Percy stared at him blankly. "Are you talking about the American civil war—?"
"World War II!" Grover groaned.
"Are you talking about World War II?" he asked. "Cuz that's the last time any children of Hades have been around—I mean, except for Bianca and Nico, but they don't count." Seamus stared before shaking his head.
"Whatever you say," he muttered. "So which one of your parents is magic?"
"Magic?" Percy exclaimed. "I'm not a son of Hecate! My dad's Poseidon!"
"But I thought you said—"
"He means half-blood as in demigod," Hermione turned to them. "Haven't you read the Percy Jackson and the Olympians series?"
"Huh?" the boys just stared at her obliviously. She huffed.
"And you!" she looked at Percy. "You shouldn't even be here."
"Finally, someone who agrees with me!" Grover shouted.
"I've heard," Percy said in a bored tone. "I should be at—"
"You shouldn't even exist!"
"I know, I know, my dad broke the oath—"
"It's September 1, 1991. You're born on August 18, 1993!"
"You really shouldn't be here!" Harry said in awe.
"Besides, you aren't even a wizard!" she told him. At that, a dead silence filled the Hall.
"What d'you mean, he's not a wizard?" some unnamed Slytherin yelled. "Muggles can't see Hogwarts!"
"He's a demigod!" Hermione explained in exasperation. "He's half Greek god, half mortal, so of course he can see Hogwarts! Besides, if he hasn't even been born yet I hardly think the usual rules apply."
"Half Greek god? So who is it?" another student asked. Percy gave a heaving sigh, rolling his eyes.
"Poseidon!" he snapped. "Zeus's filthy underpants, how many times do I have to say it?" There was a crash of thunder. "Sorry Uncle!" he called to the ceiling. The doors banged open.
"JACKSON!" a girl yelled.

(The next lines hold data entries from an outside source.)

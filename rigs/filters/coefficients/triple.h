/* Written by make.py: 24-tap low-pass of three times the rate, gain 3 */
#ifndef BOARD_COEFFICIENTS_TRIPLE_H
#define BOARD_COEFFICIENTS_TRIPLE_H

#include <stdint.h>

#define TRIPLE_TAPS 24
static const int16_t triple_taps[TRIPLE_TAPS] = { /* Q14 */
    -62, 37, 219, 377, 177, -616, -1619, -1706, 314, 4597,
    9691, 13167, 13167, 9691, 4597, 314, -1706, -1619, -616, 177,
    377, 219, 37, -62};

#endif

She had spiky black hair, electric blue eyes, and wore punk clothing. "What the Hades are you doing here?"
"Thalia!" he grinned, running up and throwing his arms around her. "You're not a tree!"
"Of course I'm not a tree you idiot, the me of this time hasn't even made it to Half-Blood Hill yet!"
"So why are you here?" he asked as she shoved him off of her.
"Your father summoned me and told me to get you out of here, throw you in the Lethe, and return you to the proper time," she listed. His eyes widened.
"No! I don't wanna go!" he screamed.
"Yes! Yes he does!" Grover begged. "Please take him away from here. And give him a normal personality this time!" McGonagall stood up.
"There," she said, satisfied as the boy fell unconscious from the stunner.
"Thank you," Thalia said gratefully. "Now." She snapped her fingers, the sound resonating around the Hall as the Mist came to her command. "Perseus Jackson—"
"Percy," Grover muttered.
"Otherwise known as Percy, doesn't exist, nor has he ever been to your school in England—"
"Scotland."
"Nor has he ever been to your school in Scotland."
Everyone's faces became unfocused and Thalia quickly left, muttering about how demigods and magic should never mix. A single boy stood up from the opposite end of the Gryffindor table.
"So I guess I shouldn't be here, either," Jason Grace mumbled, running his hand over his blond hair as he walked out of the Great Hall. "Stupid Mercury and his time traveling ideas."